Task item - Copy out all lines of the listing below that hold "html".

Information given -
"""A bundle read back from the build cache renders exactly as the bundle it was made from.

A build killed after storing an event's bundle but before storing its pages makes the next
build render those pages from the cached bundle; they must be the bytes a fresh build writes.
"""

from __future__ import annotations

import json
from dataclasses import replace

from helpers import VALID_EVENT

from factsheet.build import _summaries_only, event_bundle
from factsheet.cache import Cache, event_key
from factsheet.load import load_catalogue
from factsheet.load.reference import reference_for
from factsheet.render.event_json import event_json
from factsheet.render.site import for_catalogue


def test_a_cached_bundle_gives_the_same_json_bytes(catalogue, tmp_path):
    cat = load_catalogue(catalogue({"a.yaml": VALID_EVENT}))
    (event,) = cat.events
    reference = reference_for(cat.settings)
    made = event_bundle(event, cat.settings, reference)
    cache = Cache(tmp_path / "site")
    key = event_key(event, cat.settings)
    kept = cache.store(key, made, event, cat.settings, reference)
    read = Cache(tmp_path / "site").load(key, event, cat.settings, reference)
    assert read is not None
    fresh = json.dumps(event_json(_summaries_only(made.derived)), indent=2)
    assert json.dumps(event_json(read.derived), indent=2) == fresh
    # what the build keeps of a bundle it just made is the bundle a later build reads back
    assert json.dumps(event_json(kept.derived), indent=2) == fresh
    assert kept.files == {} and kept.key == key


def _stored(catalogue, tmp_path):
    """One event made and stored, then read back whole and lean by later builds."""
    cat = load_catalogue(catalogue({"a.yaml": VALID_EVENT}))
    (event,) = cat.events
    reference = reference_for(cat.settings)
    cache = Cache(tmp_path / "site")
    key = event_key(event, cat.settings)
    cache.store(key, event_bundle(event, cat.settings, reference), event, cat.settings, reference)
    whole = Cache(tmp_path / "site").load(key, event, cat.settings, reference)
    lean = Cache(tmp_path / "site").load(key, event, cat.settings, reference, lean=True)
    return cat, event, reference, cache, key, whole, lean


def test_a_lean_bundle_is_the_part_the_catalogue_keeps(catalogue, tmp_path):
    cat, event, reference, cache, key, whole, lean = _stored(catalogue, tmp_path)
    assert whole is not None and lean is not None and whole.derived.caveats
    assert lean == for_catalogue(whole)
    made = event_bundle(event, cat.settings, reference)
    kept = cache.store(key, made, event, cat.settings, reference, lean=True)
    assert kept == replace(lean, figure_seconds=made.figure_seconds)


def test_files_handed_on_one_at_a_time_are_recorded_once_all_passed(tmp_path):
    cache = Cache(tmp_path / "site")
    pairs = [("a.html", b"first"), ("b.xml", b"second")]
    passing = cache.recording("k1", iter(pairs))
    assert next(passing) == pairs[0]
    assert cache._entry("k1") is None  # nothing recorded before the last file has passed
    assert list(passing) == pairs[1:]
    recorded = cache._entry("k1")["files"]
    assert recorded == Cache(tmp_path / "site")._entry("k1")["files"]
    # what store_files records of the same files, to the byte
    cache.store_files("k2", dict(pairs))
    assert recorded == cache._entry("k2")["files"]
    stopped = cache.recording("k3", iter(pairs))
    next(stopped)
    stopped.close()  # the files stopped short: no entry
    assert cache._entry("k3") is None


def test_stamps_and_records_written_a_part_at_a_time_are_plain_json(tmp_path):
    from factsheet.cache import FORMAT, RECORDS, STAMPS

    cache = Cache(tmp_path / "site")
    names = ["events/a.html", 'odd "é" name.svg', "data/b.json"]
    for name in names:
        (tmp_path / "site" / name).parent.mkdir(parents=True, exist_ok=True)
        (tmp_path / "site" / name).write_bytes(name.encode())
    cache.stamp_site({name: "0" * 64 for name in [*names, "gone.svg"]})  # one file is gone
    text = (cache.root / STAMPS).read_text(encoding="utf-8")
    data = json.loads(text)
    assert data["format"] == FORMAT and list(data["files"]) == names
    assert text == json.dumps(data, separators=(",", ":"))  # as one json.dumps writes it
    records = {"a.yaml": '{"n":1}', "tab\there.yaml": '{"n":2}'}
    cache.write_records(records)
    assert cache.read_records() == records
    assert (cache.root / RECORDS).read_text(encoding="utf-8").count("\n") == len(records)


def test_a_lean_bundle_packs_its_summaries_and_gives_them_back_equal(catalogue, tmp_path):
    from factsheet.cache import PackedSummaries, packed_summaries

    *_, whole, lean = _stored(catalogue, tmp_path)
    assert whole is not None and lean is not None
    packed = lean.derived.quantities
    assert isinstance(packed, PackedSummaries)
    assert dict(packed) == dict(whole.derived.quantities) and list(packed) == list(
        whole.derived.quantities
    )
    spreads = [k for k, s in whole.derived.quantities.items() if s.fit_spread is not None]
    assert spreads and all(
        packed[k].fit_spread == whole.derived.quantities[k].fit_spread for k in spreads
    )
    assert "no_such_quantity" not in packed and packed.get("no_such_quantity") is None
    # numbers that are not floats keep their exact type: a plain dict of summaries
    odd = {
        "distance": {
            "median": 400,
            "low": 300.0,
            "high": 500.0,
            "unit": "Mpc",
            "level": 0.9,
            "methods": [],
        }
    }
    assert type(packed_summaries(odd)) is dict and packed_summaries(odd)["distance"].median == 400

Result of this task -
    pairs = [("a.html", b"first"), ("b.xml", b"second")]
    names = ["events/a.html", 'odd "é" name.svg', "data/b.json"]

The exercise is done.